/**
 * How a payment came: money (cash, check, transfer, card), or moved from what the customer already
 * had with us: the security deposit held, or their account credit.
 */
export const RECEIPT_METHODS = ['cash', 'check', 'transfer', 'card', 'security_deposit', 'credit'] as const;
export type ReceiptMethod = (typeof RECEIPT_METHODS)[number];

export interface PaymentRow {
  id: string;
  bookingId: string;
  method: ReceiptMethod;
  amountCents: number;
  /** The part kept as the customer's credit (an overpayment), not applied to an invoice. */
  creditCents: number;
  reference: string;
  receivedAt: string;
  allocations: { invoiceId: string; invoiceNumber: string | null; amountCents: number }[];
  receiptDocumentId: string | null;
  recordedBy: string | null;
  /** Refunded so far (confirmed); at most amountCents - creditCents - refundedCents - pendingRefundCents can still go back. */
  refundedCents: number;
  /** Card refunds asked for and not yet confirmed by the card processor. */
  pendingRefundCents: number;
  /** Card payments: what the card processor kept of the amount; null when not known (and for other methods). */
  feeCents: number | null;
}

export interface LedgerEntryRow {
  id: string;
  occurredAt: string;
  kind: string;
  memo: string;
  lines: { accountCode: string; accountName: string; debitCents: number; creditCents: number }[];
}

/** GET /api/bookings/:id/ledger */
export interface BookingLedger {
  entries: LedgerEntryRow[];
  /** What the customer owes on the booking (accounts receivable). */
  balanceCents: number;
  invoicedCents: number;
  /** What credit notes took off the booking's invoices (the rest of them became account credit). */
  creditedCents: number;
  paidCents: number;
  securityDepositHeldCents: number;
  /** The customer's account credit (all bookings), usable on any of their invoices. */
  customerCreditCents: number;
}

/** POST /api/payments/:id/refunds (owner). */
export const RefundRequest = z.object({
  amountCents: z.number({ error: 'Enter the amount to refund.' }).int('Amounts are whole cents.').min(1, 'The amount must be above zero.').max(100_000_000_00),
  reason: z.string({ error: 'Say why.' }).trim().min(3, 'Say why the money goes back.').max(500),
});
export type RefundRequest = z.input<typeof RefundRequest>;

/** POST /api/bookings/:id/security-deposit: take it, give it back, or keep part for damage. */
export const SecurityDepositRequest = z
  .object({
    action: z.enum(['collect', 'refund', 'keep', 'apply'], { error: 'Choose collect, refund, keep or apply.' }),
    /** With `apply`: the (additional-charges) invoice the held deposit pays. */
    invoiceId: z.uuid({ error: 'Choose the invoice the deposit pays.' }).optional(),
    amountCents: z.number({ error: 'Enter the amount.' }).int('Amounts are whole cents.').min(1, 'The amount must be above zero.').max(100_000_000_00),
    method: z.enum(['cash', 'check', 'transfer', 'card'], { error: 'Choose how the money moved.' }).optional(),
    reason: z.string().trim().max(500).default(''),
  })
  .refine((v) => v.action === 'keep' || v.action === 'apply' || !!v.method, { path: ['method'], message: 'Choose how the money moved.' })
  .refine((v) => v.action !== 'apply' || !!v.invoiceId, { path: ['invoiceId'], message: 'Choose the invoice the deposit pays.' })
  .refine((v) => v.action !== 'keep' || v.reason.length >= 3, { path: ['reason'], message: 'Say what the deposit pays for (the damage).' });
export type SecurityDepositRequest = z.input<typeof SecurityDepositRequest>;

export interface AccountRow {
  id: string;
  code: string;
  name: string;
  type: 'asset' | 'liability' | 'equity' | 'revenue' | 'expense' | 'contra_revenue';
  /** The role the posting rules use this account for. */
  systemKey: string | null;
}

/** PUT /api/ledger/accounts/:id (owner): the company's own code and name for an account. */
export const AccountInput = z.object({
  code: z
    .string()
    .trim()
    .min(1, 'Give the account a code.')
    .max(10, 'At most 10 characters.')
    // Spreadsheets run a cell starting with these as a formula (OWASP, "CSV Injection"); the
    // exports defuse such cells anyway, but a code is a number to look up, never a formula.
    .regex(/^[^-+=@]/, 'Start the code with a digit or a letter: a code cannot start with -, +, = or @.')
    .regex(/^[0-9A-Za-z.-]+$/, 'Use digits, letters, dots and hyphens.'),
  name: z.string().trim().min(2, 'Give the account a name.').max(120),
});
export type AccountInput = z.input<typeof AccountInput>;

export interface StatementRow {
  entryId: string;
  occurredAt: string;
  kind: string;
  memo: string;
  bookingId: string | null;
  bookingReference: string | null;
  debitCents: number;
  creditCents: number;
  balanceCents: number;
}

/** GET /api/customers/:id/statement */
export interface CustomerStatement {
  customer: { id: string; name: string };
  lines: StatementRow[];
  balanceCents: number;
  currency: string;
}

• _Work required_: Exactly as they stand, set down the lines from the top of the data through the line with "bookingId: string;".

• _Written answer_:
/**
 * How a payment came: money (cash, check, transfer, card), or moved from what the customer already
 * had with us: the security deposit held, or their account credit.
 */
export const RECEIPT_METHODS = ['cash', 'check', 'transfer', 'card', 'security_deposit', 'credit'] as const;
export type ReceiptMethod = (typeof RECEIPT_METHODS)[number];

export interface PaymentRow {
  id: string;
  bookingId: string;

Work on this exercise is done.